If you pray, pray that I dont have to post another memorial in this forum named Bella. pray that bella doesnt join daisy on a bicycle built for two. 

xox


----------



## sickbunny (Aug 10, 2011)

^ oh ....


today bella went to join daisy in bunny heaven. they are buried next to each other in the back yard by the fence where there are rose bushes all along the fence. they are together again like they were for so long when they first came here, they were in the same cage until they were 5 months, and then their cages were side by side.

bella was so unhappy when we came home with daisy put to sleep in a cardboard box next to her in the car. now they are together again, their bodies sleeping in graves next to each other and their souls reunited in heaven.

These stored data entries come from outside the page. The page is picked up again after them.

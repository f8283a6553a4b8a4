import Link from 'next/link';
import { getTranslations } from 'next-intl/server';
import { IntlScope } from '@/components/shell/intl-scope';
import { Logo } from '@/components/shell/logo';
import { DeskNav } from '@/components/shell/desk-nav';
import { SignOutButton } from '@/components/shell/sign-out-button';
import { requirePageUser } from '@/lib/auth/session';
import { deskNav, navFor } from '@/config/nav';
import { siteConfig } from '@/config/site';
import { DESK_ROLES } from '@/lib/domain/vocabulary';

export const dynamic = 'force-dynamic';

/** Desk mode: dense screens for the office. The layout's check is for navigation only; every page and handler checks again. */
export default async function DeskLayout({ children }: { children: React.ReactNode }) {
  const user = await requirePageUser(DESK_ROLES);
  const t = await getTranslations();
  return (
    <div className="flex min-h-screen">
      <aside className="flex w-56 shrink-0 flex-col bg-slate-900 p-4 text-white">
        <div className="mb-6 flex items-center gap-2 text-brand-100">
          <Logo />
          <span className="text-lg font-bold text-white">{siteConfig.name}</span>
        </div>
        <IntlScope namespaces={['nav']}>
          <DeskNav items={navFor(deskNav, user.role)} />
          <div className="mt-auto border-t border-slate-700 pt-4 text-sm">
            <p className="font-medium" data-testid="user-name">
              {user.name}
            </p>
            <p className="text-slate-400">{t(`labels.${user.role}`)}</p>
            <Link href="/profile" className="mt-2 block text-slate-200 underline hover:text-white">
              {t('nav.profile')}
            </Link>
            <SignOutButton className="mt-2 text-slate-200 underline hover:text-white" />
          </div>
        </IntlScope>
      </aside>
      <main className="min-w-0 flex-1 p-6">
        {/* The common actions of every desk page (lists, record forms) read `common`. */}
        <IntlScope namespaces={[]}>{children}</IntlScope>
      </main>
    </div>
  );
}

but oh, how we will miss them! 
oh how much we loved them!

the tears pour down my face because a light has gone out in my heart, a love and joy has left me, and it feels like life will never be the same again. what i wrote above has sadly come to pass, and a million tears flowed this afternoon...

bella has joined daisy on her bicycle built for two, and i am left here, remembering their sweet faces and the great love that poured out of those two little bodies to me~

diasy, watch out for bella~ no sitting on her head! and protect her like you always did as babies. she's yours now daisy, and we will miss you both so much... too much to bear!

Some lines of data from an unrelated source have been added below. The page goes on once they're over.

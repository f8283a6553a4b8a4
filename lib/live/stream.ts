import 'server-only';
import { userFromClaims, type SessionUser } from '@/lib/auth/session';
import type { SessionClaims } from '@/lib/auth/claims';
import { currentLiveSeq, liveEventOf, mayReceive, replayLive, type LiveEvent, type LiveNotice } from '@/lib/data/live';
import { AppError } from '@/lib/server/errors';
import { liveHub, type LiveHub } from './hub';

// The SSE framing of the live stream (WHATWG HTML, "Server-sent events"): every tap is a `message` whose `id:`
// is its seq, so the browser's EventSource sends it back as Last-Event-ID when it reconnects and the stream
// replays what was committed meanwhile. A fresh stream first sends `ready` with the newest seq, so even a client
// that saw no tap yet resumes from the right place. `reset` tells a client that was too far behind to refetch.

/** A comment line every 20 s keeps proxies and load balancers from closing an idle stream. */
export const HEARTBEAT_MS = 20_000;
/** How long the browser waits before reconnecting (sent as `retry:`). */
const RETRY_MS = 2_000;

export type LiveStreamOptions = {
  /** Resume after this seq (from Last-Event-ID); a fresh stream starts at the newest seq. */
  after: string | null;
  /** Send what is waiting (the replay, or just `ready`) and end: for checks and for clients that poll. */
  once: boolean;
  signal?: AbortSignal;
  /** The session, re-checked at each heartbeat: a deactivated user or a bumped token ends the stream. */
  claims?: SessionClaims | null;
  hub?: LiveHub;
  heartbeatMs?: number;
};

export const LIVE_HEADERS = {
  'Content-Type': 'text/event-stream; charset=utf-8',
  // no-transform: compression would hold the events back until a buffer fills (and a CDN must not cache them).
  'Cache-Control': 'no-cache, no-transform',
  // nginx and similar proxies buffer responses unless told not to.
  'X-Accel-Buffering': 'no',
} as const;

/** The caller's live stream as an HTTP response; throws 503 when this server cannot listen to the database. */
export async function liveStreamResponse(user: SessionUser, options: LiveStreamOptions): Promise<Response> {
  const hub = options.hub ?? liveHub();
  const encoder = new TextEncoder();
  let audience = user;
  let lastSeq: bigint = -1n;
  // Notices that arrive while the log is being replayed wait here, so the order stays the commit order.
  let held: LiveNotice[] | null = [];
  let closed = false;
  let unsubscribe: () => void = () => undefined;
  let heartbeat: ReturnType<typeof setInterval> | undefined;
  let work: Promise<void> = Promise.resolve();
  let controller!: ReadableStreamDefaultController<Uint8Array>;

  const write = (text: string) => {
    if (closed) return;
    try {
      controller.enqueue(encoder.encode(text));
    } catch {
      close();
    }
  };
  const sendEvent = (event: LiveEvent) => {
    write(`id: ${event.seq}\ndata: ${JSON.stringify(event)}\n\n`);
    if (BigInt(event.seq) > lastSeq) lastSeq = BigInt(event.seq);
  };
  const take = (notice: LiveNotice) => {
    if (!mayReceive(audience, notice)) return;
    if (held) held.push(notice);
    else if (BigInt(notice.seq) > lastSeq) sendEvent(liveEventOf(notice));
  };
  const release = () => {
    const waiting = held ?? [];
    held = null;
    for (const notice of waiting) if (BigInt(notice.seq) > lastSeq) sendEvent(liveEventOf(notice));
  };
  /** Everything after lastSeq from the log (several rounds when far behind), then what arrived meanwhile. */
  const catchUp = async () => {
    held ??= [];
    const { events, complete } = await replayLive(audience, lastSeq.toString());
    for (const event of events) sendEvent(event);
    if (!complete) {
      const newest = BigInt(await currentLiveSeq(audience));
      write(`event: reset\nid: ${newest}\ndata: ${JSON.stringify({ seq: newest.toString() })}\n\n`);
      lastSeq = newest;
    }
    release();
  };
  const serial = (step: () => Promise<void>) => {
    work = work.then(step).catch((error: unknown) => {
      console.error('[live] stream failed', error);
      close();
    });
    return work;
  };
  function close() {
    if (closed) return;
    closed = true;
    clearInterval(heartbeat);
    unsubscribe();
    options.signal?.removeEventListener('abort', close);
    try {
      controller.close();
    } catch {
      // Already closed or cancelled by the client.
    }
  }

  const stream = new ReadableStream<Uint8Array>({
    start(c) {
      controller = c;
    },
    cancel() {
      close();
    },
  });

  try {
    unsubscribe = await hub.subscribe({ onNotice: take, onResync: () => void serial(catchUp) });
  } catch (error) {
    console.error('[live] cannot listen', error instanceof Error ? error.message : error);
    throw new AppError(503, 'Live updates are not available right now; the screen refreshes by itself.');
  }
  write(`retry: ${RETRY_MS}\n\n`);
  await serial(async () => {
    if (options.after !== null) {
      lastSeq = BigInt(options.after);
      await catchUp();
      return;
    }
    const newest = await currentLiveSeq(audience);
    lastSeq = BigInt(newest);
    write(`event: ready\nid: ${newest}\ndata: ${JSON.stringify({ seq: newest })}\n\n`);
    release();
  });
  if (options.once) {
    close();
  } else if (!closed) {
    options.signal?.addEventListener('abort', close, { once: true });
    if (options.signal?.aborted) close();
    heartbeat = setInterval(() => {
      write(': heartbeat\n\n');
      void serial(async () => {
        if (!options.claims) return;
        const fresh = await userFromClaims(options.claims);
        if (!fresh) close();
        else audience = fresh;
      });
    }, options.heartbeatMs ?? HEARTBEAT_MS);
  }
  return new Response(stream, { status: 200, headers: LIVE_HEADERS });
}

love and kisses to the two sweetest girls ever~ xox


----------



## jcl_24 (Aug 14, 2011)

I'm so sorry you have lost 2 precious rabbits .

You helped them live as long as they could - loving them, letting them know they were so important to you.

Binky together at the Rainbow Bridge Daisy and Bella.

Jo xx


----------



## Bunnylova4eva (Aug 15, 2011)

I'm so sorry about your bunnies. In April, my 7yr. old bunny had a similar thing. I spent 7 days staying up all night holding her so she wouldn't roll and kill herself. Eventually, after that whole week I realized the vet was right and it wasn't in Jelly's best interest, that she had no quality of life left. I had promised myself when she was little that I'd never put her to sleep, and i later found out it was the worst thing I have ever done. :'(

R.I.P. Bella and Daisy!


----------



## Nancy McClelland (May 5, 2018)

Was watching "Futurama" and Bender started singing "Daisy" so I thought of your little girl and we had to say goodbye to our last bunny we came from CA with so I was already in this frame of mind.


----------